Collected data entries
===============
# Invented plant. Two faults in one file.
recipe "invented muddle" {
  revision = "A"
}
tank "T-1" { capacity = "3 m3" }
stage "make" {
  charge "watr" { volume = "1000 L" }
  charge "sodium chloride" { mass = "10" }
}
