def test_a_selection_over_a_limit_needs_a_derived_table() -> None:
    r = relation("r")
    keys = tuple(SortKey(Ref(a)) for a in r.attributes)
    root = Select(Limit(Sort(r, keys), number(2)), greater(Ref(r.attributes[0]), number(0)))
    assert meant(root) == ("SELECT a, b, d FROM (SELECT a, b, d FROM r ORDER BY a, b, d LIMIT 2) AS r WHERE a > 0")


def test_filters_stay_on_their_side_of_an_outer_join() -> None:
    r, s = relation("r"), relation("s")
    on = conjunction([equal(Ref(r.attributes[0]), Ref(s.attributes[0])), greater(Ref(r.attributes[1]), number(1))])
    root = Select(Join(JoinKind.LEFT, r, s, on), IsNull(Ref(s.attributes[1])))
    assert meant(root).endswith("FROM r LEFT JOIN s ON r.a = s.a AND r.b > 1 WHERE s.e IS NULL")


def test_a_filtered_right_side_of_an_outer_join_stays_below_it() -> None:
    r, s = relation("r"), relation("s")
    right = Select(s, greater(Ref(s.attributes[1]), number(1)))
    root = Join(JoinKind.LEFT, r, right, equal(Ref(r.attributes[0]), Ref(s.attributes[0])))
    assert "LEFT JOIN (SELECT a, e, g FROM s WHERE e > 1) AS s ON r.a = s.a" in meant(root)


def test_chains_lean_left_without_parentheses_and_right_with() -> None:
    r, s, t = relation("r"), relation("s"), relation("t")
    rs, st = equal(Ref(r.attributes[0]), Ref(s.attributes[0])), equal(Ref(s.attributes[1]), Ref(t.attributes[0]))
    left = Join(JoinKind.LEFT, Join(JoinKind.INNER, r, s, rs), t, st)
    assert meant(left).endswith("FROM r JOIN s ON r.a = s.a LEFT JOIN t ON s.e = t.a")
    right = Join(JoinKind.LEFT, r, Join(JoinKind.INNER, s, t, st), rs)
    assert meant(right).endswith("FROM r LEFT JOIN (s JOIN t ON s.e = t.a) ON r.a = s.a")


# --- subqueries -----------------------------------------------------------------------------------------------------


def test_semi_and_anti_joins_are_conditions() -> None:
    r, s = relation("r"), relation("s")
    same = equal(Ref(r.attributes[0]), Ref(s.attributes[0]))
    assert meant(Join(JoinKind.SEMI, r, s, same)).endswith("FROM r WHERE a IN (SELECT a FROM s)")
    assert meant(Join(JoinKind.ANTI, r, s, Not(IsTruth(same, False)))).endswith("WHERE NOT a IN (SELECT a FROM s)")
    assert meant(Join(JoinKind.ANTI, r, s, same)).endswith("WHERE NOT EXISTS(SELECT 1 FROM s WHERE r.a = s.a)")
    both = conjunction([same, greater(Ref(r.attributes[1]), Ref(s.attributes[1]))])
    assert meant(Join(JoinKind.SEMI, r, s, both)).endswith(
        "WHERE EXISTS(SELECT 1 FROM s WHERE r.a = s.a AND r.b > s.e)"
    )


def test_a_mark_is_three_valued() -> None:
    r, s = relation("r"), relation("s")
    mark = fresh("known", BOOLEAN)
    same = equal(Ref(r.attributes[0]), Ref(s.attributes[0]))
    joined = Join(JoinKind.MARK, r, s, same, mark)
    used = Select(joined, Or((Ref(mark), greater(Ref(r.attributes[1]), number(2)))))
    assert meant(kept(used, *r.attributes)).endswith("WHERE a IN (SELECT a FROM s) OR b > 2")
    general = Join(JoinKind.MARK, r, s, greater(Ref(r.attributes[0]), Ref(s.attributes[0])), fresh("some", BOOLEAN))
    assert "THEN NULL ELSE FALSE END" in meant(general)


def test_a_scalar_subquery_stands_where_its_value_is_read() -> None:
    r, s = relation("r"), relation("s")
    most = AggregateColumn(fresh("most", BIGINT), Aggregate("max", (Ref(s.attributes[1]),), BIGINT))
    inner = Group(Select(s, equal(Ref(s.attributes[0]), Ref(r.attributes[0]))), (), (most,))
    single = Join(JoinKind.SINGLE, r, inner, TRUE)
    root = kept(Select(single, greater(Ref(r.attributes[1]), Ref(most.attribute))), *r.attributes)
    assert meant(root).endswith("FROM r WHERE b > (SELECT max(s.e) FROM s WHERE s.a = r.a)")


def test_two_values_of_one_row_are_one_lateral_join() -> None:
    r, s = relation("r"), relation("s")
    values = (
        AggregateColumn(fresh("most", BIGINT), Aggregate("max", (Ref(s.attributes[1]),), BIGINT)),
        AggregateColumn(fresh("least", BIGINT), Aggregate("min", (Ref(s.attributes[1]),), BIGINT)),
    )
    inner = Group(Select(s, equal(Ref(s.attributes[0]), Ref(r.attributes[0]))), (), values)
    text = meant(Join(JoinKind.SINGLE, r, inner, TRUE))
    assert text.count("LEFT JOIN LATERAL (") == 1 and text.count("FROM s") == 1


# --- graphs ---------------------------------------------------------------------------------------------------------


def test_a_shared_step_is_written_once_and_each_use_has_its_alias() -> None:
    r = relation("r")
    step = Group(r, (r.attributes[0],), (count(),))
    first, second = again(step), again(step)
    same = equal(Ref(attributes(first)[1]), Ref(attributes(second)[1]))
    root = Join(JoinKind.INNER, first, second, same)
    assert meant(root, {step: "totals"}, {first: "x", second: "y"}) == (
        "WITH totals AS (SELECT a, count(*) AS n FROM r GROUP BY a) "
        "SELECT x.a, x.n, y.a AS a_2, y.n AS n_2 FROM totals AS x JOIN totals AS y ON x.n = y.n"
    )


def test_a_relation_joined_with_its_own_renaming() -> None:
    r = relation("r")
    other = again(r)
    root = Join(JoinKind.LEFT, r, other, equal(Ref(r.attributes[0]), Ref(attributes(other)[1])))
    assert meant(root).endswith("FROM r LEFT JOIN r AS r_2 ON r.a = r_2.b")
    third = Join(JoinKind.INNER, Join(JoinKind.RIGHT, r, relation("s"), TRUE), other, TRUE)
    meant(third)


def test_what_sorts_for_a_limit_is_no_step() -> None:
    r = relation("r")
    ordered = Sort(r, tuple(SortKey(Ref(a)) for a in r.attributes))
    root = Limit(ordered, number(2))
    assert meant(root, {ordered: "late"}) == "SELECT a, b, d FROM r ORDER BY a, b, d LIMIT 2"
    shown = Join(JoinKind.INNER, again(root), again(Limit(ordered, number(1))), TRUE)
    meant(shown)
===============
▶ EXERCISE DIRECTIONS
If a line falls between the first line of the records and the line containing "keys = tuple(SortKey(Ref(a))", inclusive, repeat it exactly; leave out all others.

▶ OUTPUT OF THE TASK
# Invented plant. Two faults in one file.
recipe "invented muddle" {
  revision = "A"
}
tank "T-1" { capacity = "3 m3" }
stage "make" {
  charge "watr" { volume = "1000 L" }
  charge "sodium chloride" { mass = "10" }
}
def test_a_selection_over_a_limit_needs_a_derived_table() -> None:
    r = relation("r")
    keys = tuple(SortKey(Ref(a)) for a in r.attributes)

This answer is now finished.